I’ve tried chasing this issue with visualvm and from what I can see it looks like the memory exhaustion is being caused by a call to Page.accept() and TextFragementAbsorber.visit(). This is all happening in a loop and should be freeing resources for each page after it’s done scanning them.

I’m including with this ticket a source file that just includes the called methods. If more is needed please let me know.

High level code overview

LivetextHandler.handle() <— entry point
Page page : pagesList ← for loop
LiveTextHandler.searchAndReplace()
LiveTextHandler.getSearchResults(pageNumber, searchString)
TextFragmentAbsorber
Page.accept(textfragementabsorber)
HandlerHelpers.closeAndCleanupPage(page) ← helper method to clean up page to free resources
page.close()
page.freeMemory()

Library versions
aspose.barcode: 24.6
aspose.pdf: 23.1

aspose-visualvm.png (277.4 KB)

sample.java.zip (2.4 KB)

Thank you for your time.

dmauler1 · August 9, 2024, 7:30pm

I’m trying to upload the pdf but it’s too large, is there another way to upload it?

asad.ali · August 9, 2024, 9:58pm

@dmauler1

Instead of Java file, please try to share a minimal code sample along with the information of the text that you are trying to find and replace using Aspose.PDF. Also, you can upload your file to Dropbox or Google Drive and share the link with us.

PS: Please try to use 24.7 version of the API as well before sharing the requested information.

dmauler1 · August 12, 2024, 9:44pm

Thank you for taking the time to respond.
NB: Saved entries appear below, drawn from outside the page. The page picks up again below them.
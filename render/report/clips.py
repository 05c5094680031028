"""Files of a clips run: per design S.wav, S.json, plots; a summary for the run."""

from __future__ import annotations

import json
from pathlib import Path

import numpy as np

from ..io.atomic import write_text
from ..io.wav import write_float_wav
from .brightness import COLUMNS as BRIGHTNESS_COLUMNS
from .brightness import NOTE as BRIGHTNESS_NOTE


def write_design_audio(out: Path, stem: str, clip, rec: dict, *, volts_full_scale: float, sample_rate: int) -> list[Path]:
    """S.wav (and S-passive.wav) at the run's full scale, and S.json."""
    written = [write_float_wav(out / f"{stem}.wav", clip.volts / volts_full_scale, sample_rate, overwrite=True)]
    if clip.passive_volts is not None:
        written.append(write_float_wav(out / f"{stem}-passive.wav", clip.passive_volts / volts_full_scale, sample_rate, overwrite=True))
    written.append(write_text(out / f"{stem}.json", json.dumps(rec, indent=2, allow_nan=False) + "\n", overwrite=True))
    return written


def write_design_plots(out: Path, stem: str, design, *, spectra, spectrogram, sample_rate: int, spectrogram_title: str, kept=None) -> list[Path]:
    """S-response.png, S-spectrum.png (``spectra``: list of (label, f, level_db, dashed)) and S-spectrogram.png.

    ``kept`` (a :class:`~render.report.plots.KeptFigures`) draws on figures kept from earlier plots.
    """
    return [write_response_plot(out, stem, design, kept=kept)] + write_signal_plots(
        out, stem, design, spectra=spectra, spectrogram=spectrogram, sample_rate=sample_rate, spectrogram_title=spectrogram_title, kept=kept
    )


def velocity_curves(designs):
    """(f (F,) Hz, responses (N, F), passive references (N, F)): string velocity to amp input, 20 Hz to 20 kHz."""
    from ..circuit.engine import responses
    from ..circuit.params import from_designs

    f = np.geomspace(20, 20000, 600)
    resp = responses(from_designs(list(designs)))
    return f, resp.velocity()(f), resp.passive_velocity()(f)


def write_response_plot(out: Path, stem: str, design, *, kept=None, curves=None) -> Path:
    """S-response.png: the design's response from string velocity to the amp input, with its passive reference.

    ``curves``: this design's (f, response, passive) from :func:`velocity_curves`, if already computed.
    """
    from .plots import response_plot

    if curves is None:
        f, h, hp = velocity_curves([design])
        curves = (f, h[0], hp[0])
    f, h, hp = curves
    return response_plot(out / f"{stem}-response.png", f, [(design.name, h)], passive=("passive reference", hp), title=f"{design.name}: string velocity to amp input", overwrite=True, kept=kept)


def write_signal_plots(out: Path, stem: str, design, *, spectra, spectrogram, sample_rate: int, spectrogram_title: str, kept=None) -> list[Path]:
    """The plots of the rendered signal: S-spectrum.png and S-spectrogram.png (arguments as for :func:`write_design_plots`)."""
    from .plots import spectrogram_plot, spectrum_plot

    d = design
    return [
        spectrum_plot(out / f"{stem}-spectrum.png", spectra, title=f"{d.name}: long-term average spectrum at the amp input", overwrite=True, kept=kept),
        spectrogram_plot(out / f"{stem}-spectrogram.png", spectrogram, sample_rate=sample_rate, title=spectrogram_title, overwrite=True, kept=kept),
    ]


def write_clip_plots(out: Path, stem: str, clip, *, sample_rate: int, kept=None) -> list[Path]:
    """The plots of an in-memory clip's signal, S-spectrum.png and S-spectrogram.png (``kept``: as for
    :func:`write_design_plots`); S-response.png needs no render and is drawn by :func:`write_design_only_plots`."""
    from ..analysis.spectrum import long_term_spectrum

    spectra = [(clip.design.name, *long_term_spectrum(clip.volts, sample_rate=sample_rate), False)]
    if clip.passive_volts is not None:
        spectra.append(("passive reference", *long_term_spectrum(clip.passive_volts, sample_rate=sample_rate), True))
    return write_signal_plots(out, stem, clip.design, spectra=spectra, spectrogram=clip.volts, sample_rate=sample_rate, spectrogram_title=f"{clip.design.name}: amp input", kept=kept)


def write_design_only_plots(out: Path, stems, designs) -> list[Path]:
    """What can be drawn before any clip is rendered: every S-response.png and responses.png, the overlay of them all."""
    from ..io.atomic import write_bytes
    from .plots import KeptFigures

    designs = list(designs)
    f, h, hp = velocity_curves(designs)
    with KeptFigures() as kept:
        written = [write_response_plot(out, stem, d, kept=kept, curves=(f, h[i], hp[i])) for i, (stem, d) in enumerate(zip(stems, designs))]
    return written + [write_bytes(out / "responses.png", overlay_png(designs, curves=(f, h, hp)), overwrite=True)]


def _cell(m, key, fmt, unit=""):
    from ..analysis.undefined import cell

    return cell(m, key, fmt, unit)


def _resonance(m) -> str:
    if m["resonance_hz"] is None:
        return _cell(m, "resonance_hz", ".0f")
    return f"{m['resonance_hz']:.0f} Hz, {m['resonance_db']:+.1f} dB"


def _peaks(m) -> str:
    """Every listed peak, highest first ("4800 Hz, +5.9 dB; 3730 Hz, +4.0 dB"); the resonance alone for a record without the list."""
    peaks = m.get("peaks")
    if not peaks:
        return _resonance(m)
    return "; ".join(f"{p['frequency_hz']:.0f} Hz, {p['height_db']:+.1f} dB" for p in peaks)


def played_margin_cells(m: dict) -> tuple[str, str]:
    """The played margin up / down and where the limit is reached, as the terminal's headroom table prints them
    (:func:`render.analysis.headroom.margin_cell`, :func:`~render.analysis.headroom.reach_cell`); "not computed" without them."""
    from ..analysis.headroom import from_record, margin_cell, reach_cell

    h = from_record(m)
    if h is None:
        return ("not computed",) * 2
    return f"{margin_cell(h, 'up')} / {margin_cell(h, 'down')}", reach_cell(h)


CLIPS_COLUMNS = (
    "peaks",
    "Q",
    "level at 1 kHz",
    "vs passive",
    "hum rejection",
    "bias",
    "headroom up / down",
    "margin (played) up / down",
    "limit reached at",
    "peak at amp input",
    "loudness (1 V full scale)",
    "limited",
    *BRIGHTNESS_COLUMNS,
)


def measurement_cells(m: dict) -> tuple[str, ...]:
    """A clip record's ``measurements`` as one row of the run's table (``summary.md`` and ``index.html``, :data:`CLIPS_COLUMNS`):
    peaks, Q, level at 1 kHz, vs passive, hum rejection, bias, headroom to the rails, the played margin and where the limit
    is reached (as the terminal prints them), peak, loudness (re 1 V full scale), limited, and the brightness columns
    (:mod:`render.report.brightness`)."""
    from ..analysis.headroom import format_share
    from .brightness import brightness_cells

    return (
        _peaks(m),
        _cell(m, "q", ".2f"),
        _cell(m, "level_1k_db", "+.1f", " dB"),
        _cell(m, "gain_vs_passive_db", "+.1f", " dB"),
        _cell(m, "hum_rejection_db", ".1f", " dB"),
        f"{m['bias_v']:.2f} V",
        f"{m['headroom_up_v']:.2f} / {m['headroom_down_v']:.2f} V",
        *played_margin_cells(m),
        peak_cell(m["peak_v"]),
        _cell(m, "loudness_lufs_1v_full_scale", ".1f", " LUFS"),
        format_share(m["clipped_fraction"]),
    ) + brightness_cells(m)


def peak_cell(volts: float) -> str:
    """A clip's peak to four significant figures with its SI prefix ("1.576 V", "460 µV"): a quiet clip's peak never reads 0."""
    from ..units import format_si

    return format_si(volts, "V", 4)


LEVELS_NOTE = (
    "Level at 1 kHz: dB re 1 V per m/s of string velocity; peaks: every peak from 1 to 20 kHz with 0.5 dB of prominence or more,"
    " highest first (the first is the resonance), its frequency and its height in dB above the level at 1 kHz; Q: the resonance's, from the response;"
    " headroom: from the bias to the rails; margin (played): how far the phrase's largest op-amp swing stays from the soft limit's onset;"
    " limit reached at: the phrase's strongest pluck (every pluck scaled alike, the hum not) at which it reaches that onset, and the dB above the phrase;"
    " loudness per ITU-R BS.1770-4 of the clip in volts, re a 1 V full scale"
)

COMPARE_LABEL = "comparison pickup, passive"
NO_PREAMP = "no preamp"


def compare_cells(m: dict) -> tuple[str, ...]:
    """A comparison pickup's ``measurements`` (:func:`render.runs.compare_clip.compare_record`) in the columns of
    :func:`measurement_cells`: a passive pickup has no passive reference of its own, no bias, no headroom and nothing that limits."""
    from .brightness import brightness_cells

    return (
        _peaks(m),
        _cell(m, "q", ".2f"),
        _cell(m, "level_1k_db", "+.1f", " dB"),
        "is passive",
        _cell(m, "hum_rejection_db", ".1f", " dB"),
        NO_PREAMP,
        NO_PREAMP,
        NO_PREAMP,
        NO_PREAMP,
        peak_cell(m["peak_v"]),
        _cell(m, "loudness_lufs_1v_full_scale", ".1f", " LUFS"),
        NO_PREAMP,
    ) + brightness_cells(m)


def summary_markdown(records: list[dict], *, dry: str, rig: str, settings: dict, volts_full_scale: float, compare: dict | None = None) -> str:
    lines = [
        "# render clips",
        "",
        f"Dry signal: `{dry}`; rig: {rig}; sample rate {settings['sample_rate']} Hz; seed {settings['seed']};"
        f" hum {'on' if settings['hum'] else 'off'}; noise {'on' if settings['noise'] else 'off'}; one full scale for every clip: {volts_full_scale:g} V.",
        "",
        "Start listening at a low volume; clips that clip stay loud.",
        "",
        "| design | " + " | ".join(CLIPS_COLUMNS) + " |",
        "|---|" + "---|" * len(CLIPS_COLUMNS),
    ]
    for r in records:
        lines.append(f"| {r['design']} | " + " | ".join(measurement_cells(r["measurements"])) + " |")
    if compare is not None:
        lines.append(f"| {compare['design']} ({COMPARE_LABEL}) | " + " | ".join(compare_cells(compare["measurements"])) + " |")
    lines += [
        "",
        f"{LEVELS_NOTE} (the same for a design in any run);"
        " \"limited\": share of the op-amp output's samples inside the soft limit's knee or beyond, or slewing at the slew rate;"
        " words stand for a figure with no finite value (its reason is in the design's JSON, beside the figure).",
        "",
        *([f"{BRIGHTNESS_NOTE} Reference: {records[0]['measurements']['reference_design']}.", ""] if records and "reference_design" in records[0]["measurements"] else []),
        *(line for note in pickup_notes(records) for line in (f"Note: {note}", "")),
    ]
    if compare is not None:
        stem = Path(compare["file"]).stem
        lines += [
            f"Comparison pickup (`--compare`): **{compare['design']}** ({compare['file']}) in `{stem}.wav`, the same dry signal at the same full scale;"
            " passive, so it has no preamp: no bias, headroom or limit, and no passive reference of its own.",
            "",
        ]
    return "\n".join(lines)


def pickup_notes(records) -> list[str]:
    """One line, once, when designs with a construction played a recorded input: it stays linear (names the designs)."""
    hits = [r for r in records if isinstance(r.get("dry"), dict) and r["dry"].get("kind") == "recorded" and "pickup" in r["dry"]]
    return [f"{', '.join(r['design'] for r in hits)}: {hits[0]['dry']['pickup']}"] if hits else []


def write_run_files(out: Path, records, *, dry: str, rig: str, settings: dict, volts_full_scale: float, compare: dict | None = None) -> list[Path]:
    """summary.md, one table of every design's measurements, and the comparison pickup's row (``compare``: its record) (responses.png is drawn with the response plots)."""
    text = summary_markdown(records, dry=dry, rig=rig, settings=settings, volts_full_scale=volts_full_scale, compare=compare)
    return [write_text(out / "summary.md", text, overwrite=True)]


def overlay_png(designs, *, curves=None) -> bytes:
    """The overlay plot of every design's response (string velocity to amp input), one dashed curve per distinct passive reference.

    ``curves``: :func:`velocity_curves` of ``designs``, if already computed.
    """
    from .plots import curves_overlay_png

    f, h, hp = curves if curves is not None else velocity_curves(designs)
    passives: list[tuple[int, str]] = []
    with np.errstate(divide="ignore", invalid="ignore"):  # a passive reference that is exactly zero matches no other
        for i, d in enumerate(designs):
            if not any(np.max(np.abs(20 * np.log10(np.abs(hp[i] / hp[j])))) < 0.01 for j, _ in passives):
                passives.append((i, d.name))
    return curves_overlay_png(f, [(d.name, h[i]) for i, d in enumerate(designs)], [(f"passive ({name})" if len(passives) > 1 else "passive reference", hp[i]) for i, name in passives])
It looks like the issue has something to do with a graphic embedded at the top of each page. Each graphic object was made up of 1000s of vector based patterns objects. Converting it to a raster image solvers them problem.

asad.ali · August 13, 2024, 3:21am

@dmauler1

It is nice to know that you were able to sort your issue out. Please feel free to create a new topic in case you need any kind of assistance.